Back stop to blade (pushing against the spring stop) is 7-1/2 inch.


----------



## indaswamp (Jan 15, 2021)

Thanks SmokinEdge..


----------



## forktender (Jan 16, 2021)

SmokinEdge said:


> No help on kws, but I have the 10” from LEM. Is identical to this slicer. Probably made in the same plant? What I have is a great slicer for sure. This looks the same.


I bought the 10'' Lem slicer in June off Walmart online for $215 which had to be mismarked because it was not a sales price.  As soon as I saw it I snatched it up then I got it, and it's been a great slicer. There are several of the same slicers out there under different brand names which makes me think Lem got hosed by the factory that they had build them in China. It happens all the time with outdoors hunting and fishing gear, so I wouldn't be surprised one bit if that's how it went down.


----------



## indaswamp (Jan 16, 2021)

Wow! $215??? Great Deal!


----------



## forktender (Jan 16, 2021)

Yep, I was shocked when I saw the price, and it wasn't a factory second or a knock off brand. I called Lem and the guy I talked to said yes the warranty would be the same no matter where I bought it or how much I paid for it as long as I sent in the warranty card and receipt.  I was impressed with the blade, the thing is milled out a good size chunk of Stainless steel it's nice and heavy and sharp as a razor. I didn't have cut proof gloves the first time I cleaned it you can bet I had them the second time.LOL
I cut the hell out of my hand the first time around.


----------



## indaswamp (Jan 16, 2021)

Pulled the trigger on it...will be at my doorstep Tuesday. Thanks for the tip on the cut proof gloves, I'll wear them when disassembling the parts for cleaning.


----------



## old sarge (Jan 16, 2021)

You cannot beat the 5 year warranty on LEM products.


----------



## SmokinEdge (Jan 16, 2021)

indaswamp said:


> Pulled the trigger on it...will be at my doorstep Tuesday. Thanks for the tip on the cut proof gloves, I'll wear them when disassembling the parts for cleaning.
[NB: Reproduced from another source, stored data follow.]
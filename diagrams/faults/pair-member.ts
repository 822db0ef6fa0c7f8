import { sitesOf, type Mode } from '../document/sites'
import { alterationKey, type Alteration } from '../solver/alteration'
import { drivingStudies } from '../solver/blown-fuses'
import { Case } from '../solver/case'
import { alterationOf, type FaultKind } from '../solver/fault-alteration'
import { besides, faultHolder } from '../solver/held-fault'
import { Study } from '../solver/study'
import type { FaultModel } from './fault-model'
import type { Hypothesis } from './hypothesis'
import { severityGrid } from './severity-grid'
import { goodShow, showsBy } from './shows'

/** One of the two faults of a pair, without its fuses: those are blown by both together. */
export interface PairMember extends FaultKind {
  /** Severities at which it shows. */
  low: number
  high: number
  /** Its odds among single faults. */
  share: number
  alteration: Alteration
  /** Places of its hypotheses in the model; empty for one that shows only where something else is open, too. */
  hypotheses: number[]
}

/** Relative odds of one mode of one site, as for single faults. */
export type WeightOf = (site: string, mode: Mode) => number

/** Every fault that shows by itself, at all its severities together. */
export function showingMembers(model: FaultModel, weightOf: WeightOf): PairMember[] {
  const found = new Map<string, PairMember>()
  model.hypotheses.forEach((hypothesis, h) => {
    const cells = hypothesis.cells.filter((cell) => cell.share > 0)
    if (cells.length === 0) return
    const low = Math.min(...cells.map((cell) => cell.low))
    const high = Math.max(...cells.map((cell) => cell.high))
    const { site, mode, part } = hypothesis
    const key = kindKey(hypothesis)
    const known = found.get(key)
    if (known) {
      known.low = Math.min(known.low, low)
      known.high = Math.max(known.high, high)
      known.hypotheses.push(h)
    } else {
      const member = memberOf(model, kindOf(hypothesis), low, high)
      found.set(key, {
        ...member,
        share: weightOf(site, mode) * part,
        hypotheses: [h],
      })
    }
  })
  return [...found.values()]
}

function memberOf(model: FaultModel, kind: FaultKind, low: number, high: number): PairMember {
  return { ...kind, low, high, share: 0, alteration: alterationOf(model.network, kind), hypotheses: [] }
}

function kindOf({ site, mode, other, wire }: Hypothesis): FaultKind {
  return { site, mode, other: other ?? undefined, wire: wire ?? undefined }
}

function kindKey({ site, mode, other, wire }: FaultKind | Hypothesis): string {
  return `${site} ${mode} ${other ?? ''} ${wire ?? ''}`
}

/** Opens that nobody notices, because current has another way: beyond this many they are not paired. */
const mostHidden = 30
const showsAtVolts = 0.4

/**
 * Pairs of opens of which neither shows by itself and both together do: two feeds or two grounds side
 * by side. Worked out once a circuit, when two faults are first suspected. `scale` is what makes the weights of
 * those that show sum to 1.
 */
export function hiddenPairs(
  model: FaultModel,
  weightOf: WeightOf,
  scale: number,
): [PairMember, PairMember][] {
  let found = hiddenByModel.get(model)
  if (!found) hiddenByModel.set(model, (found = findHiddenPairs(model)))
  const weighed = (member: PairMember) => ({ ...member, share: scale * weightOf(member.site, member.mode) })
  return found.map(([a, b]) => [weighed(a), weighed(b)])
}

const hiddenByModel = new WeakMap<FaultModel, [PairMember, PairMember][]>()

function findHiddenPairs(model: FaultModel): [PairMember, PairMember][] {
  const { circuit, network } = model
  const shown = new Set(model.hypotheses.map(kindKey))
  const opens: Mode[] = ['open', 'blown', 'stuck-open']
  const hidden = sitesOf(circuit)
    .flatMap((site) =>
      site.modes.filter((mode) => opens.includes(mode)).map((mode) => ({ site: site.id, mode })),
    )
    // A splice fails at one of its wires, which is that wire's own fault.
    .filter((one) => !isSplice(model, one.site) && !shown.has(kindKey(one)))
    .slice(0, mostHidden)
    .map((one) => {
      const grid = severityGrid(one.mode)
      return memberOf(model, one, grid[0]!, grid.at(-1)!)
    })
  const studies = drivingStudies(network)
  const good = goodShow(studies)
  const pairs: [PairMember, PairMember][] = []
  hidden.forEach((a, i) => {
    const held = faultHolder(network, a.alteration)(a.high)
    const driving = studies.map((study) => new Study(held.network, study.condition))
    for (const b of hidden.slice(i + 1)) {
      if (a.site === b.site || alterationKey(a.alteration) === alterationKey(b.alteration)) continue
      const cases = driving.map((study) => new Case(study, besides(held, b.alteration)))
      if (showsBy(cases, good, b.high, showsAtVolts) > showsAtVolts) pairs.push([a, b])
    }
  })
  return pairs
}

function isSplice(model: FaultModel, site: string): boolean {
  return model.circuit.nodes.some((node) => node.kind === 'splice' && site === `part:${node.id}`)
}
It looks same as LEM, if it operates the same you will be happy. I have few complaints. Only complaints I have are: the length of slice is a bit short, but you can work around that, and secondly, when slicing thin and you don’t keep the slice pile removed in the back, the blade will steal slices and sling them out the right side of the blade. Thick slicing not so bad, but it will take my pastrami and throw it if I don’t manage the pile. Other than that is very quiet is smooth and cuts like a dream.


----------



## indaswamp (Jan 16, 2021)

SmokinEdge, I was gifted a slicer from 

 txsmoker
 when I had only been a member here less than a year. It is an Intro model and cuts bacon, ham and roast beef great! But now that I have gotten into making salumi and salami, I need a slicer that can shave paper thin slices of coppa and slice pound after pound of salami without a hitch. I did a lot of searching and looking, this one should do nicely based on reviews here and elsewhere. Thanks for the help and measurements...
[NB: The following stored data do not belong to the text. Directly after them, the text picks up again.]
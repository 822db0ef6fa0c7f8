import type { Mode } from '../document/sites'
import type { Aspect } from './module-view'

/** Whether a way to fail joins what should be apart, or parts what should be joined. */
export type Cause = 'parted' | 'joined'

/**
 * What a failure type speaks of.
 * - `pin`: a module found one of its pins so, because something was parted or joined.
 * - `places`: of the places listed with the code, not of a pin: mechanics, parts, the module's inside, the bus.
 * - `nothing`: not of the circuit at all: programming.
 */
export type FailureTypeView =
  | ({ of: 'pin' } & Record<Cause, readonly Aspect[]>)
  | { of: 'places'; asleep: boolean; inside: boolean }
  | { of: 'nothing' }

const any: readonly Aspect[] = ['low', 'high', 'no-current', 'over-current']
/** What an open does at a pin depends on which way the module holds it. */
const opens: readonly Aspect[] = ['low', 'high', 'no-current']

const pin = (parted: readonly Aspect[], joined: readonly Aspect[] = parted): FailureTypeView => ({
  of: 'pin',
  parted,
  joined,
})

/**
 * Failure types of SAE J2012-DA that say more than their group does. 14 and 15 name two faults each, of one level at the
 * module (common practice, no source): they say the level of the short, not which of the two it is.
 */
const byType: Readonly<Record<string, FailureTypeView>> = {
  '11': pin([], ['low', 'over-current']),
  '12': pin([], ['high', 'over-current']),
  '13': pin(opens, []),
  '14': pin(opens, ['low']),
  '15': pin(opens, ['high']),
  '16': pin(['low']),
  '17': pin(['high']),
  '18': pin(['no-current']),
  '19': pin(['over-current']),
  '1A': pin([], ['low', 'over-current']),
  '1B': pin(opens, []),
  '1C': pin(['low', 'high']),
  '1D': pin(['no-current', 'over-current']),
  '21': pin(['low', 'no-current']),
  '22': pin(['high', 'over-current']),
  '23': pin(['low']),
  '24': pin(['high']),
  '04': { of: 'places', asleep: false, inside: true },
  '05': { of: 'nothing' },
  '07': { of: 'places', asleep: false, inside: false },
  '08': { of: 'places', asleep: true, inside: false },
  '09': { of: 'places', asleep: false, inside: false },
}

/** The others of a group: 0x, 1x, 2x, 3x and 6x look at signals, which any change of a pin disturbs. */
const byGroup: Readonly<Record<string, FailureTypeView>> = {
  '0': pin(any),
  '1': pin(any),
  '2': pin(any),
  '3': pin(any),
  '4': byType['04']!,
  '5': byType['05']!,
  '6': pin(any),
  '7': byType['07']!,
  '8': byType['08']!,
  '9': byType['09']!,
}

/** What a failure type speaks of; without one, of a pin that is otherwise than it should be. Groups A to F are not given out: nothing. */
export function failureTypeView(failureType: string | null): FailureTypeView {
  if (failureType === null) return pin(any)
  return byType[failureType] ?? byGroup[failureType[0]!] ?? { of: 'nothing' }
}

export function causeOf(mode: Mode): Cause {
  return mode.startsWith('short') || mode === 'stuck-closed' || mode === 'stuck-on' ? 'joined' : 'parted'
}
Also-For those who need  (and will use) an intro level slicer, I will be giving away the slicer 

 txsmoker
 gifted to me at some point soon so be on the look out for the thread.


----------



## SmokinEdge (Jan 16, 2021)

I find with salami and salumi that it is generally dry enough that my slicer works very well with see through thin slices. It’s that 5# blade, I think. More moist meats like pastrami and ham tend to stick to the blade a little.  Good luck I’m sure you will be happy.


----------



## indaswamp (Jan 19, 2021)

Arrived today....I like new equipment days!







Brought it to the firehouse to unbox it. Helped my brother and cousin debone 5 deer tonight So that's why we were at the firehouse. I can't wait to slice some coppa with it when the coppas are finished drying!


----------



## old sarge (Jan 19, 2021)

Nice!


----------



## SmokinEdge (Jan 19, 2021)

You will enjoy that machine Inda.


----------